This thread seems to have gone down a rabbit hole of advice about getting a 2 year old to eat appropriately but I’m not sure that’s the point. You’re struggling, it’s hard, the criticism has made you feel like you’re failing but you’re not. Your child is loved and cared for, this is a hard time, the other stuff will come.

I’d go with the nod and smile.

babyva · 24/12/2022 08:17

hasitreallybeenthatlong · 24/12/2022 04:36

Recently separated from Ex and living back with parents who are very old school and my DS2. It's incredible awful time of year to be doing this and I'm dealing with a break up but last night after DS went to bed my parents decided to talk to me about parenting and how my son rules the roost, how I need to be more in control and not give in, examples used are when I feed him I'm giving him too big a portion ( fussy eater but aren't they all at 2) and I need to stick it out so if he doesn't eat dinner he doesn't get a yoghurt and how I need to be the leader and not let DS dominate and how he is a handful. I'm just trying so hard I'm in a situation I don't want to be in ( living back with parents and financially not able to leave any time soon) I just said right now I'm just trying to keep my head above water with being ok, looking after my son and making sure he is as happy as can be after this big change. It just made me feel shit! On top of a failed relationship I have huge mum guilt and now this!
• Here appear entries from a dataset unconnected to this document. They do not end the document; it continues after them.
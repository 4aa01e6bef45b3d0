"""Unit tests of the attitude modes of pockmark.environment.phase: fixed, tumbling, spinning."""

import numpy as np
import pytest

from pockmark.environment import debris_flux, fibonacci_directions, meteoroid_flux
from pockmark.environment.orbit import earth_shielding_factor
from pockmark.environment.phase import (
    DEFAULT_SOLAR_FLUX,
    Attitude,
    DebrisSpec,
    MeteoroidSpec,
    PhaseSpec,
    phase_fluxes,
)
from pockmark.geometry.frames import body_from_orbital, spin_rotations

X, Y, Z = np.eye(3)
AXES = [X, -X, Y, -Y, Z, -Z]


@pytest.fixture(autouse=True)
def _no_cache(tmp_path, monkeypatch):
    monkeypatch.setenv("POCKMARK_CACHE_DIR", str(tmp_path / "cache"))


def _fluxes(attitude, source="debris", directions=600):
    phase = PhaseSpec("phase", 2030.0, 1.0, 400.0, 400.0, 51.6, attitude)
    # Meteoroids at rest with the Earth: these tests are about how an attitude turns a flux,
    # which the rest-frame flux (symmetric about nadir) shows most plainly.
    specs = {"debris": dict(debris=DebrisSpec()),
             "meteoroid": dict(meteoroid=MeteoroidSpec(vehicle_motion=False))}
    (flux,) = phase_fluxes(phase, directions=directions, **specs[source])[source]
    return flux


def face_factor(flux, normal):
    return float(np.sum(flux.weights.sum(axis=1) * np.maximum(0.0, flux.directions @ normal)))


def convex_body_total(flux, normals, areas):
    """Σ_faces A_f Σ_j w_j max(0, n_f·u_j): impacts per unit Φ0 and time on a closed body."""
    return sum(a * face_factor(flux, n) for n, a in zip(normals, areas, strict=True))


def _octahedron():
    normals = np.array([[sx, sy, sz] for sx in (1, -1) for sy in (1, -1) for sz in (1, -1)],
                       dtype=float) / np.sqrt(3)
    return normals, np.full(8, np.sqrt(3) / 2)  # unit-vertex octahedron: face area √3/2


# ---------------------------------------------------------------- tumbling


def test_tumbling_makes_a_ram_concentrated_debris_flux_isotropic():
    fixed = _fluxes(Attitude())
    tumbling = _fluxes(Attitude(mode="tumbling"))
    np.testing.assert_array_equal(tumbling.directions, fibonacci_directions(600))
    per_direction = tumbling.weights.sum(axis=1)
    np.testing.assert_allclose(per_direction, per_direction[0], rtol=1e-12)
    # same speed marginal and total weight as the fixed-attitude flux
    np.testing.assert_allclose(tumbling.weights.sum(axis=0), fixed.weights.sum(axis=0),
                               rtol=1e-12)
    assert tumbling.weights.sum() == pytest.approx(1.0, abs=1e-12)
    assert tumbling.parameters["attitude"]["mode"] == "tumbling"


@pytest.mark.parametrize("body", ["cube", "octahedron"])
def test_tumbling_convex_body_follows_cauchy(body):
    """A convex body tumbling in any flux receives Φ0·S/4 (Cauchy's formula: mean projected
    area = S/4; V. Vouk, Nature 162:330, 1948). In the fixed attitude the same ram-concentrated
    debris flux gives the cube a different total: its projected area seen from near the ram
    direction is close to 1, not S/4 = 1.5."""
    if body == "cube":
        normals, areas = np.array(AXES), np.ones(6)
    else:
        normals, areas = _octahedron()
    surface = areas.sum()
    tumbling = _fluxes(Attitude(mode="tumbling"))
    # Fibonacci quadrature of max(0, n·u) at 600 points: a few 1e-4 per face
    assert convex_body_total(tumbling, normals, areas) == pytest.approx(surface / 4, rel=2e-3)
    if body == "cube":
        fixed = _fluxes(Attitude())
        assert convex_body_total(fixed, normals, areas) < 0.9 * surface / 4


def test_tumbling_keeps_the_earth_blocked_part_of_meteoroids_in_total():
    tumbling = _fluxes(Attitude(mode="tumbling"), "meteoroid")
    # sf = (1 + cos η)/2 at 400 km (ECSS-E-ST-10-04C Annex C.1.3.1, environment.md §2.3)
    assert tumbling.weights.sum() == pytest.approx(earth_shielding_factor(400.0), rel=1e-12)
    # now isotropic: zenith and nadir faces alike
    assert face_factor(tumbling, Z) == pytest.approx(face_factor(tumbling, -Z), rel=2e-3)


def test_tumbling_ignores_the_axes():
    a = _fluxes(Attitude(mode="tumbling"))
    b = _fluxes(Attitude(mode="tumbling", flight_axis="+y", nadir_axis="+z"))
    np.testing.assert_array_equal(a.weights, b.weights)


# ---------------------------------------------------------------- spinning


def test_spinning_about_the_flight_axis_keeps_the_ram_face_and_averages_the_sides():
    fixed = _fluxes(Attitude())
    spun = _fluxes(Attitude(mode="spinning", spin_axis="+x", spin_steps=12))
    # a face normal to the spin axis sees n·(S u) = (Sᵀn)·u = n·u: unchanged
    assert face_factor(spun, X) == pytest.approx(face_factor(fixed, X), rel=1e-12)
    assert face_factor(spun, -X) == 0.0
    # the four side faces are averaged over the spin: 90° is one of the 12 steps, so they agree
    sides = [face_factor(spun, n) for n in (Y, -Y, Z, -Z)]
    np.testing.assert_allclose(sides, sides[0], rtol=1e-12)
    # in the fixed attitude the debris hits the horizontal sides only (environment.md §1.8)
    assert face_factor(fixed, Z) == 0.0 and face_factor(fixed, Y) > 0.0
    assert 0.0 < sides[0] < face_factor(fixed, Y)


@pytest.mark.parametrize("axis", ["+x", "-y", "+z"])
def test_spinning_is_the_average_over_rotated_face_normals(axis):
    """Face factor of the spun flux = mean over the spin of the fixed factor at Sᵀ n."""
    steps = 6
    fixed = _fluxes(Attitude(flight_axis="+y", nadir_axis="-x"))
    spun = _fluxes(Attitude(mode="spinning", flight_axis="+y", nadir_axis="-x",
                            spin_axis=axis, spin_steps=steps))
    spins = spin_rotations(axis, steps)
    assert spun.directions.shape[0] == fixed.directions.shape[0] * steps
    assert spun.weights.sum() == pytest.approx(fixed.weights.sum(), rel=1e-12)
    for normal in AXES + [np.array([0.48, 0.6, 0.64])]:
        expected = np.mean([face_factor(fixed, s.T @ normal) for s in spins])
        assert face_factor(spun, normal) == pytest.approx(expected, rel=1e-12, abs=1e-15)


def test_single_spin_step_is_the_fixed_attitude():
    fixed = _fluxes(Attitude())
    spun = _fluxes(Attitude(mode="spinning", spin_axis="+z", spin_steps=1))
    np.testing.assert_array_equal(spun.directions, fixed.directions)
    np.testing.assert_array_equal(spun.weights, fixed.weights)


@pytest.mark.parametrize("axis", ["+x", "+y"])
def test_spinning_meteoroids_on_a_fixed_grid(axis):
    """Meteoroids: the spin-averaged density is evaluated on one body-frame grid. Its total is
    the unspun total exactly, and its face factors match the mean over rotated normals of the
    fixed flux to the grid's quadrature error (a few 1e-3 at 600 directions, as in the fixed
    attitude's own shielding test)."""
    steps = 12
    fixed = _fluxes(Attitude(), "meteoroid")
    spun = _fluxes(Attitude(mode="spinning", spin_axis=axis, spin_steps=steps), "meteoroid")
    assert len(spun.directions) == 600
    assert spun.weights.sum() == pytest.approx(fixed.weights.sum(), rel=1e-12)
    spins = spin_rotations(axis, steps)
    for normal in AXES:
        expected = np.mean([face_factor(fixed, s.T @ normal) for s in spins])
        assert face_factor(spun, normal) == pytest.approx(expected, abs=4e-3)


def test_spinning_about_nadir_leaves_meteoroids_unchanged():
    # the shielded meteoroid flux is symmetric about nadir, so a spin about it changes nothing
    fixed = _fluxes(Attitude(), "meteoroid")
    spun = _fluxes(Attitude(mode="spinning", spin_axis="-z"), "meteoroid")
    for normal in AXES:
        assert face_factor(spun, normal) == pytest.approx(face_factor(fixed, normal), abs=4e-3)


def test_fixed_attitude_matches_direct_rotation():
    attitude = Attitude(flight_axis="+z", nadir_axis="+y")
    flux = _fluxes(attitude)
    reference = debris_flux(400.0, 51.6, 2030.5, DEFAULT_SOLAR_FLUX)
    rotation = body_from_orbital("+z", "+y")
    np.testing.assert_allclose(flux.directions, reference.directions @ rotation.T, atol=0)
    meteoroids = _fluxes(attitude, "meteoroid")
    np.testing.assert_allclose(meteoroids.directions,
                               meteoroid_flux(400.0).directions @ rotation.T, atol=0)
Sorry that you're going through this. Ditch the mum guilt. You're not doing anything wrong.

My toddler is the same and my parents and others have said similar stuff to me. About how my DD has me wrapped around her little finger etc. I don't take it to heart. I really don't. It's likely true, and so what ? We talk together about different ways we can respond to any challenging behaviour. It's team work if you spend a lot of time with people. I've stayed for prolonged periods of time with my own parents who also think my DD is an absolute handful. We discuss her behaviour and what they'd do and then I either agree and we try it, or I disagree and state my reasons and they leave it.

I am the kind of person who gets offended easily. Somehow this just doesn't offend me at all. I'm new to parenting a toddler and I am open to suggestions. I read books on it too. My girl is now getting a bit older and things are getting a bit easier. It's not because of anything I've done really I don't think. She just understands more, her language is better and she reasons a bit more. 6 months ago, it was much harder.

So, please, your toddler doesn't sound weird at all. Your parents reaction is also not that extreme, but I can understand what you're going through, makes it seem that way perhaps. Everyone is just learning and with open communication, you'll all get there. Good luck with it all.

Mummy2C · 24/12/2022 08:18

Advice for food is that you provide the food and the child chooses how much to eat. This profile on Instagram is great for ideas:

instagram.com/sr_nutrition?igshid=YmMyMTA2M2Y=

She also has a book on how to feed a toddler. It has brilliant advice on portion sizes.

Children shouldn't be forced to eat.

I find our parenting today is very different to how our own parents did it. Your LO had gone through a lot of change - give him time.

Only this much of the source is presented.